Dabei konfrontiert Gauriloff diese Probleme selten direkt, sondern spielt sie geschickt über Bande, wodurch Sprachlosigkeit, Überforderung und Verstörung ihrer Figuren noch deutlicher zum Tragen kommen. Bewunderung verdient insbesondere die außergewöhnliche Bildsprache des Films: Die Enge von Pikis stets abgedunkeltem Zimmer, kontrastiert mit der beinahe unwirklich steril-weißen Welt gutbürgerlicher Hetero-Paare, in der Frauen lediglich als Deko ihrer erfolgreichen Männer dienen. Expressionistisch verschobene Perspektiven, verwackelte Einstellungen und flüchtige Bildausschnitte, die sich ohne sinngebenden Kontext ins Hirn brennen und dort ein paranoides Eigenleben entwickeln: Ungläubige Blicke, verschmiertes Make-up, unerwartete Anrufe, ein heftiges Keuchen. Stellenweise fühlt sich „Baby Jane“ ein bisschen an wie ein Horror-Film, bei dem man die Augen schließt, wodurch sich das Ausgeblendete jedoch nur umso hartnäckiger in die Imagination frisst.

Foto: Salzgeber

Dramaturgisch gesehen ist der Drift Richtung Psychothriller, den „Baby Jane“ im letzten Drittel einschlägt, sicherlich nicht die schlechteste Wahl, erlaubt er doch der Regisseurin, diese stilistischen Mittel voll auszuschöpfen. Allerdings kann ihre Darstellung von Mental Health Issues, an denen nicht nur die Beziehung, sondern auch eine der Hauptfiguren zerbricht, auf anderen Ebenen als problematisch angesehen werden. „Baby Jane“ basiert auf dem gleichnamigen Roman der finnischen Autorin Sofi Oksanen, der 2005 erschien und in den 1990er Jahren in Helsinki spielt. Zwar hat Gauriloff den Stoff in die Gegenwart verlagert, doch ihre Verhandlung psychischer Krankheiten wirkt aus heutiger Sicht anachronistisch und möglicherweise verstörend für Menschen, die selbst davon betroffen sind. Waren Panikstörungen vor 20 Jahren noch tabuisiert, gibt es heute weitaus mehr Informationen, die öffentlich zugänglich sind – Blogs, Zines, Podcasts, gerade auch von Betroffenen, die viel dazu beigetragen haben, die Stigmatisierung ihrer Krankheit aufzuheben.

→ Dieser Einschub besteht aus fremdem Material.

# What tells a transmission spectrum of a whole oil from a difference spectrum or an ATR one.
# Every lubricant base stock but a perfluorinated one is mostly CH2 and CH3: about 55 mol/L of
# CH2 in a hydrocarbon oil, at a peak molar absorptivity of tens of L/(mol cm), puts the C-H
# stretch near 2925 cm-1 at 20-30 absorbance through 0.1 mm and the CH2 bend near 1460 cm-1 at
# about 3 (from memory). Through any cell of the FTIR oil methods (0.025-0.1 mm, ASTM D7214,
# confirmed; ftir.md) the stretch region is therefore at the instrument's stray-light ceiling,
# 2-4 absorbance (common practice, no source). A difference spectrum (used minus new oil, both
# through the same cell) cancels those bands to within the residue of a path mismatch (a 2 %
# mismatch leaves a median of 0.001 in the stretch core of our synthetic oils, 0.05 at its most).
# An ATR spectrum reads them through the micrometres the evanescent wave reaches (about 2 um at
# 1000 cm-1 per reflection, shorter at higher wavenumbers; from memory): a stretch-core median of
# 0.07 (one reflection) to 0.7 (ten). Measured on tests/support/synthetic_spectra.py (the figures
# are the stretch-core median above the 1900-2200 cm-1 level): a used oil at 0.1 mm 3.95 (its
# ceiling); at 0.025 mm 2.50 as recorded, 10 at 0.1 mm; 1:10 in a 0.1 mm cell 1.0, 10 at 0.1 mm.
# An ATR of 25 reflections (1.7) passes for a transmission spectrum: that is the limit of the check.
C_H_CORE = (2850.0, 2960.0)  # the stretch region all four CH2/CH3 stretches cover
C_H_BEND = (1450.0, 1470.0)  # the CH2 scissor / CH3 asymmetric bend, for spectra that stop below 2850
C_H_FLOOR = 1.0  # absorbance at 0.1 mm of neat oil above the 1900-2200 level: our choice, see above
# A declared difference spectrum may keep at most this C-H at 0.1 mm above the level: our choice. One-sided:
# below the level is what a difference shows where both recordings sat at the ceiling while the rest of the
# spectrum rose (soot lifts every wavenumber but the saturated ones: 0.5 of soot gained puts the C-H core
# 0.5 below the level), or where the used oil's cell was the thinner.
DIFFERENCE_CEILING = 0.3
CANCELLED = 0.03  # below this C-H at 0.1 mm the refusal calls the bands cancelled, not weak (wording only)
REFERENCE_MM = 0.1


@dataclass(frozen=True)
class CHStrength:
    """How strongly a spectrum shows the C-H bands every oil has, to judge what kind of spectrum it is.

    recorded: the stretch core's median (or the bend's highest point, when the spectrum stops below
    the stretch) above the mean of the band-free 1900-2200 cm-1 window, as recorded; ceiling: the same
    band's absolute level as recorded reached `saturation` (the light was gone: a whole oil through a
    cell, whatever its length); at_01mm: recorded x 0.1 / the neat-oil path. Median, not maximum: a
    difference spectrum is noisy where both recordings sat at the ceiling, and its spikes must not pass
    for a band.
    """

    band: str
    recorded: float
    ceiling: bool
    at_01mm: float


def c_h_strength(spectrum: Spectrum, neat_path_mm: float, saturation: float = 1.5) -> CHStrength | None:
    """The C-H strength of a spectrum read through `neat_path_mm` of neat oil; None when it reaches
    neither the stretch core nor the bend together with the 1900-2200 cm-1 window."""
    band, recorded, top = c_h_block(spectrum.wavenumber, spectrum.absorbance[:, None])
    if band is None or not np.isfinite(recorded[0]):
        return None
    return CHStrength(band, float(recorded[0]), bool(top[0] >= saturation),
                      float(recorded[0]) * REFERENCE_MM / neat_path_mm)


def c_h_block(x, columns):
    """(band read, C-H excess as recorded, its absolute level) per column of a wavenumber-major block;
    band None when the grid reaches neither region with the 1900-2200 cm-1 window; NaN where a column
    has no finite point in a window. Whole-block reductions, no per-spectrum loop."""
    level = _slab(x, columns, C_H_BASELINE, np.mean, np.nanmean)
    if level is None:
        return None, None, None
    top, band = _slab(x, columns, C_H_CORE, np.median, np.nanmedian), "C-H stretch"
    if top is None:
        top, band = _slab(x, columns, C_H_BEND, np.max, np.nanmax), "C-H bend"
    if top is None:
        return None, None, None
    return band, top - level, top


def plausible_sampling(x, columns, neat_path_mm, difference: bool, saturation: float = 1.5) -> np.ndarray:
    """bool per column: whether sampling_problem finds nothing (the same rule, for a whole block)."""
    band, recorded, top = c_h_block(x, columns)
    if band is None:
        return np.ones(columns.shape[1], dtype=bool)
    at_01mm = recorded * REFERENCE_MM / np.asarray(neat_path_mm, dtype=float)
    ceiling = top >= saturation
    unjudged = ~np.isfinite(recorded)
    if difference:
        return unjudged | (~ceiling & (at_01mm <= DIFFERENCE_CEILING))
    return unjudged | ceiling | (at_01mm >= C_H_FLOOR)


def _slab(x, columns, window, reduce, nan_reduce):
    """reduce() down the rows of `columns` within [low, high] (NaN skipped), or None when the grid has no
    point there."""
    if x[0] > window[0] or x[-1] < window[1]:
        return None
    a, b = np.searchsorted(x, window[0]), np.searchsorted(x, window[1], side="right")
    if b <= a:
        return None
    slab = columns[a:b]
    if np.isfinite(slab).all():
        return reduce(slab, axis=0)
    with warnings.catch_warnings():  # a column with no finite point gives NaN: "not judged"
        warnings.simplefilter("ignore", RuntimeWarning)
        return nan_reduce(slab, axis=0)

Im Film hingegen sieht man Jonna lediglich einmal verstohlen ein Buch zum Thema Panikattacken aus dem Regal ziehen; ob sie es liest oder etwas daraus lernt, bleibt offen. Stattdessen wird Pikis Situation als ausweglos, ein Zerbrechen der Beziehung als unvermeidbar dargestellt. Vielleicht brauchte Gauriloff dieses düstere Szenario, um Spannung aufzubauen – dennoch hätte man sich im Jahr 2020 eine einfühlsamere und optimistischere Verhandlung der Thematik gewünscht. Zugute zu halten ist der Regisseurin, dass sie implizit immer wieder das finnische Gesundheitssystem anklagt, das marginalisierten und ärmeren Menschen die Hilfe versagt, die sie benötigt hätten, um einen Ausweg aus ihrer Misere zu finden. Traurig und eindrücklich etwa ist die Rückblende in eine Zeit, als Piki noch eine Therapie machen konnte, die von der Krankenkasse übernommen wurde. In diesen Erinnerungen sitzt sie auf einer Bank im Park und liest ein Buch – rare Glücksmomente, die ihr Hoffnung gaben und ihre Lebensfreude aufrecht erhielten. Dass einen die Liebe allein nicht retten kann, ist vielleicht die tragischste Message des Films.




Baby Jane
von Katja Gauriloff
FI 2019, 90 Minuten, FSK 16,
finnische OF mit deutschen UT,

Salzgeber

Hier auf DVD.

vimeo on demand

VoD: € 4,90 (Ausleihen) / € 9,90 (Kaufen)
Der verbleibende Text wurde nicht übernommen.